Enhanced phishing detection using binary encoding XGBoost and LSTM feature extraction and capsule network classification
摘要
Phishing is a very serious form of security threat to the online world. The traditional detection techniques are not able to match the constantly changing strategies of the attackers. The study proposes an advanced phishing detection model on the basis of Capsule Networks (CapsNet) and with the integration of XGBoost and LSTM as the feature extraction models, and Gradient Boosting as the features selection model. The system utilizes email information and therefore gets important characteristics like the sender details, email subject lines, email body, and email URLs. This data is thereby preprocessing the model with binary coding. To evaluate the model, various performance metrics are calculated, including Accuracy, Precision, Recall and F1-score.
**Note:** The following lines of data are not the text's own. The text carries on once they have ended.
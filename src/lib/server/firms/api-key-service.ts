import { recordAudit } from '../audit/audit-log';
import { rethrowAuthError } from '../auth/auth-errors';
import { FIRM_KEY_CONFIG } from '../auth/create-auth';
import { ApiError } from '../http/api-error';
import type { FirmDeps } from './firm-service';
import { discardNewApiKey, withUndo } from './undo-create';

/** The firm's API keys, without their secrets (only the first characters are kept). */
export async function listApiKeys(deps: FirmDeps, firmId: string) {
  const keys = await deps.db
    .selectFrom('apikey')
    .select(['id', 'name', 'start', 'createdAt', 'lastRequest as lastUsedAt', 'enabled'])
    .where('configId', '=', FIRM_KEY_CONFIG)
    .where('referenceId', '=', firmId)
    .orderBy('createdAt', 'desc')
    .execute();
  return keys;
}

/** Creates a key that may only contribute to this firm; its secret is returned this once. */
export async function createApiKey(deps: FirmDeps, firmId: string, name: string) {
  try {
    const created = await deps.auth.api.createApiKey({
      headers: deps.headers,
      body: { configId: FIRM_KEY_CONFIG, name, organizationId: firmId },
    });
    await withUndo(
      () =>
        recordAudit(deps.db, {
          actorUserId: deps.identity.user.id,
          firmId,
          action: 'firm.api_key_created',
          objectType: 'api_key',
          objectId: created.id,
          summary: { name, start: created.start },
          ipAddress: deps.ipAddress,
        }),
      () => discardNewApiKey(deps.db, created.id),
    );
    return {
      key: { id: created.id, name: created.name, start: created.start, createdAt: created.createdAt },
      secret: created.key,
    };
  } catch (error) {
    rethrowAuthError(error);
  }
}

export async function revokeApiKey(deps: FirmDeps, firmId: string, keyId: string) {
  const key = await deps.db
    .selectFrom('apikey')
    .select(['id', 'name'])
    .where('id', '=', keyId)
    .where('configId', '=', FIRM_KEY_CONFIG)
    .where('referenceId', '=', firmId)
    .executeTakeFirst();
  if (!key) throw new ApiError('NOT_FOUND', 'There is no such API key in your active firm.');
  try {
    await deps.auth.api.deleteApiKey({ headers: deps.headers, body: { keyId, configId: FIRM_KEY_CONFIG } });
  } catch (error) {
    rethrowAuthError(error);
  }
  await recordAudit(deps.db, {
    actorUserId: deps.identity.user.id,
    firmId,
    action: 'firm.api_key_revoked',
    objectType: 'api_key',
    objectId: keyId,
    summary: { name: key.name },
    ipAddress: deps.ipAddress,
  });
}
The CapsNet model classifies with an accuracy of 99.62%, precision of 99.53%, a recall of 99.70% and an F1-score of 99.62%. It has outperformed other current phishing detection methods like PDMLP, AdaBoost and Naive Bayes (NB), especially in sensitivity and overall classification performance. Additionally, the low FPR (0.0173) and FNR (0.022889) of the model further increase its reliability for real-world phishing detection. The proposed hybrid system looks very promising in the fight against advanced phishing attacks as it can detect phishing websites and emails remarkably well.